MORE significantly, Diana told a sympathetic woman journalist from France’s Le Monde newspaper that Britain’s ousted Conservative Government had been “really hopeless” in responding to her campaign to ban landmines. Such an explicitly political intervention by a member of the royal family inevitably provoked uproar and drew media attention. Diana then denied the quote, provoking more uproar and filling more column centimetres. Meanwhile, she had been in communication with Prime Minister Tony Blair and his wife Cherie, and was obviously keen to identify herself with the “modern” image of the New Labour Government.

Diana’s battle with Charles and his mother, the Queen, had been far from resolved at the time of her death. She had made it clear that she wanted a major public role and bitterly resented the decision to strip her of her “HRH” prefix. She intended to maintain control over the education and grooming of her eldest son, the future King William, which would guarantee her access to power and a continuing high public profile.

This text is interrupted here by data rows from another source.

def _detector(row: dict, ctx: _Ctx, where: str, defaults: DetectorConfig, is_default: bool = False) -> DetectorConfig:
    path = ctx.path
    kw = {}
    for key in IDENTIFIERS:
        if key in row:
            kw[key] = _text(row[key], path, f"{where}: {key}")
    if not is_default and not kw:
        raise LimenError(f"{where}: give detector_id, device_serial or station_name", path)
    name = row.get("name") or next(iter(kw.values()), "(default)")
    kw["name"] = _text(name, path, f"{where}: name")
    if "layout" in row:
        f = ctx.file(row["layout"], where, "layout")
        if ("layout", f) not in ctx.cache:
            ctx.cache[("layout", f)] = load_layout(f)
        kw["layout"] = ctx.cache[("layout", f)]
    if "limits" in row:
        kw["limits"] = load_limits(ctx.file(row["limits"], where, "limits"))
    if "conversion" in row:
        kw["conversion"] = load_conversion(ctx.file(row["conversion"], where, "conversion"))
    observer = row.get("observer", defaults.observer)
    if observer not in ("npw", "npwe"):
        raise LimenError(f"{where}: observer must be npw or npwe, got {observer!r}", path)
    kw["observer"] = observer
    if "methods" in row:
        m = row["methods"]
        if not isinstance(m, list) or not m or any(x not in ("dprime", "count") for x in m):
            raise LimenError(f'{where}: methods must be a list of "dprime" and/or "count"', path)
        kw["methods"] = tuple(dict.fromkeys(m))
    if "n_boot" in row:
        kw["n_boot"] = _number(row["n_boot"], path, f"{where}: n_boot", 0, 100000, integer=True)
    if "seed" in row:
        kw["seed"] = _number(row["seed"], path, f"{where}: seed", 0, integer=True)
    if "min_images" in row:
        kw["min_images"] = _number(row["min_images"], path, f"{where}: min_images", 2, 1000, integer=True)
    if "baseline_sessions" in row:
        kw["baseline_sessions"] = _number(
            row["baseline_sessions"], path, f"{where}: baseline_sessions", 2, 1000, integer=True
        )
    if "human_factor" in row and "human_factor_from" in row:
        raise LimenError(f"{where}: give human_factor or human_factor_from, not both", path)
    if "human_factor" in row:
        kw["human_factor"] = float(_number(row["human_factor"], path, f"{where}: human_factor", 0.01, 100))
    if "human_factor_from" in row:
        # a HumanFactor keeps its CI, which the verdicts carry (as `limen score --human-factor-from` does)
        kw["human_factor"] = ctx.factor_loader(ctx.file(row["human_factor_from"], where, "human_factor_from"), observer)
    if "mtf" in row:
        kw["blur"] = ctx.mtf_loader(ctx.file(row["mtf"], where, "mtf"))
    if "expected" in row:
        kw["expected"] = _expected(_table(row["expected"], path, f"{where}: expected"), path, where)
    d = dataclasses.replace(defaults, **kw)
    if d.limits is not None and d.limits.observer == "human" and d.human_factor is None:
        raise LimenError(
            f"{where}: limits {d.limits.path} are for human readers; give human_factor or "
            "human_factor_from to compare model thresholds with them",
            path,
        )
    if d.limits is not None and d.limits.observer not in ("human", d.observer):
        raise LimenError(
            f"{where}: limits {d.limits.path} are for the {d.limits.observer.upper()} observer, "
            f"but this detector is scored with {d.observer.upper()}",
            path,
        )
    return d
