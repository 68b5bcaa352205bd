"""The claim protocol of the nightly database: claim a session, find stale claims, take over, renew, release.

A session is claimed in one transaction: a session row is inserted with a random claim token,
and its images are bound to it by compare-and-set (``UPDATE … WHERE session_id IS NULL``); unless
every image was still free the transaction is rolled back.  A claim whose holder died (same
host, process gone) or whose lease has run out is taken over by the next run, again by
compare-and-set on the token.  See :mod:`scorer.qc.store` for the whole story.
"""

from __future__ import annotations

import datetime as _dt
import json
import os
import uuid

from sqlalchemy import delete, select, update

from scorer.qc.tables import ImageRow, QuarantineRow, SessionRow, image_dict, utcnow

DEFAULT_LEASE_S = 1800.0


def _pid_alive(pid: int) -> bool:
    try:
        os.kill(pid, 0)
    except ProcessLookupError:
        return False
    except PermissionError:
        return True
    return True


class ClaimTaken(Exception):
    """A claim lost to another run (rolls its transaction back)."""


class ClaimOps:
    """Store operations of the claim protocol; each method is one transaction (mixed into :class:`Store`)."""

    def claim(self, group_key: str, images: list[dict], lease_s: float = DEFAULT_LEASE_S):
        """Claim a new session of ``images``; returns (session_id, token), or None when any was taken."""
        try:
            return self._claim(group_key, images, lease_s)
        except ClaimTaken:
            return None

    def _claim(self, group_key, images, lease_s):
        token = uuid.uuid4().hex
        first = images[0]
        now = utcnow()
        with self.transaction() as s:
            row = SessionRow(
                detector=first["detector"],
                session_date=first["session_date"],
                group_key=group_key,
                state="claimed",
                claim_token=token,
                claim_host=self.host,
                claim_pid=self.pid,
                claim_expires=now + _dt.timedelta(seconds=lease_s),
                claimed_at=now,
                n_images=len(images),
                kvp=first["kvp"],
                anode=first["anode"],
                filter=first["filter"],
                flags=json.dumps(sorted({f for im in images for f in im["flags"]})),
            )
            s.add(row)
            s.flush()
            res = s.execute(
                update(ImageRow)
                .where(ImageRow.id.in_([im["id"] for im in images]), ImageRow.session_id.is_(None))
                .values(session_id=row.id)
            )
            if res.rowcount != len(images):
                raise ClaimTaken()  # another run bound one of them first: roll the whole claim back
            return row.id, token

    def stale_claims(self) -> list[tuple[int, str]]:
        """(session_id, token) of claims whose holder is gone: lease run out, or same host and process dead."""
        now = utcnow()
        with self.transaction() as s:
            rows = s.execute(
                select(
                    SessionRow.id,
                    SessionRow.claim_token,
                    SessionRow.claim_host,
                    SessionRow.claim_pid,
                    SessionRow.claim_expires,
                ).where(SessionRow.state == "claimed")
            ).all()
        out = []
        for sid, token, host, pid, expires in rows:
            mine = host == self.host and pid == self.pid
            dead = host == self.host and pid is not None and not _pid_alive(pid)
            if not mine and (dead or (expires is not None and expires < now)):
                out.append((sid, token))
        return out

    def take_over(self, session_id: int, old_token: str, lease_s: float = DEFAULT_LEASE_S) -> str | None:
        """Take over a stale claim (compare-and-set on its token); the new token, or None if another run did."""
        token = uuid.uuid4().hex
        with self.transaction() as s:
            res = s.execute(
                update(SessionRow)
                .where(SessionRow.id == session_id, SessionRow.state == "claimed", SessionRow.claim_token == old_token)
                .values(
                    claim_token=token,
                    claim_host=self.host,
                    claim_pid=self.pid,
                    claim_expires=utcnow() + _dt.timedelta(seconds=lease_s),
                )
            )
            return token if res.rowcount == 1 else None

    def renew(self, claims: dict, lease_s: float = DEFAULT_LEASE_S) -> None:
        """Extend the leases of this run's claims (session_id → token)."""
        if not claims:
            return
        with self.transaction() as s:
            for sid, token in claims.items():
                s.execute(
                    update(SessionRow)
                    .where(SessionRow.id == sid, SessionRow.claim_token == token)
                    .values(claim_expires=utcnow() + _dt.timedelta(seconds=lease_s))
                )

    def session_images(self, session_id: int) -> list[dict]:
        with self.transaction() as s:
            return [
                image_dict(r)
                for r in s.scalars(select(ImageRow).where(ImageRow.session_id == session_id).order_by(ImageRow.id))
            ]

    def release(
        self,
        session_id: int,
        token: str,
        drop_sha: str | None = None,
        drop_path: str | None = None,
        reason: str | None = None,
    ) -> bool:
        """Give a claimed session up: its images become free again.

        With ``drop_sha`` that image leaves the database and its quarantine is recorded (reason)
        in the same transaction, so the next scan quarantines the file even if this run dies first.
        """
        with self.transaction() as s:
            row = s.get(SessionRow, session_id, with_for_update=not self.is_sqlite)
            if row is None or row.state != "claimed" or row.claim_token != token:
                return False
            s.execute(update(ImageRow).where(ImageRow.session_id == session_id).values(session_id=None))
            if drop_sha:
                s.execute(delete(ImageRow).where(ImageRow.sha256 == drop_sha))
                s.add(
                    QuarantineRow(
                        sha256=drop_sha, original_path=str(drop_path), moved_to=None, reason=reason or "", at=utcnow()
                    )
                )
            s.delete(row)
            return True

In the short term, the principal political implication of her death will be an increase in demands for a ‘privacy law’ to put the tabloids in their place. It seems unlikely, however, that such a law will achieve anything other than the protection of the rich and famous from public scrutiny, while leaving ordinary citizens as powerless as ever when faced with the unwanted attentions of Rupert Murdoch or his fellow tycoons. And it will certainly do nothing to halt the infiltration of tabloid values into the rest of the media, a trend which the Diana saga, and its aftermath, will only intensify.

DIANA’S death leaves the future of the House of Windsor and the British monarchy even more uncertain than before. It may now be somewhat easier for Charles to marry his long-time mistress, Camilla Parker-Bowles, though it may also swell popular resentment of the latter, who lacks Diana’s youth, looks and media savvy. It may unleash a wave of sympathy for Charles and his bereaved sons, and thereby stabilise the status of the Windsors, or it may exacerbate public disapproval of Charles – whose antiquated and sometimes bizarre personal manner has alienated millions of his subjects. Support for the abolition of the monarchy, though still confined to a minority, has grown exponentially in the last decade (from just 5 per cent to nearly a third). There seems little reason to doubt that it will continue to grow in the next decade.

Diana, of course, was every bit as much the millioniare blue-blood as Charles, but – thanks to those reviled tabloids – she managed to pass herself off as “the People’s Princess”, in Tony Blair’s phrase. True, she was a favourite topic of conversation in pubs, workplaces, classrooms, creches and launderettes across the country. But her lifestyle and preoccupations were shared by only a minute fraction of the British populace. On the day of her death, the BBC went to great pains to present the image of a nation in mourning. But the reality on the ground is more complex. After the initial shock of someone so young, famous and attractive meeting a violent death on the roads, public interest is bound to recede. Diana looks set to enjoy the kind of weird half life bestowed on Elvis, Evita and their ilk by their passionate cultists. As such, the tabloids may end up even more obsessed by her than they were when she was alive.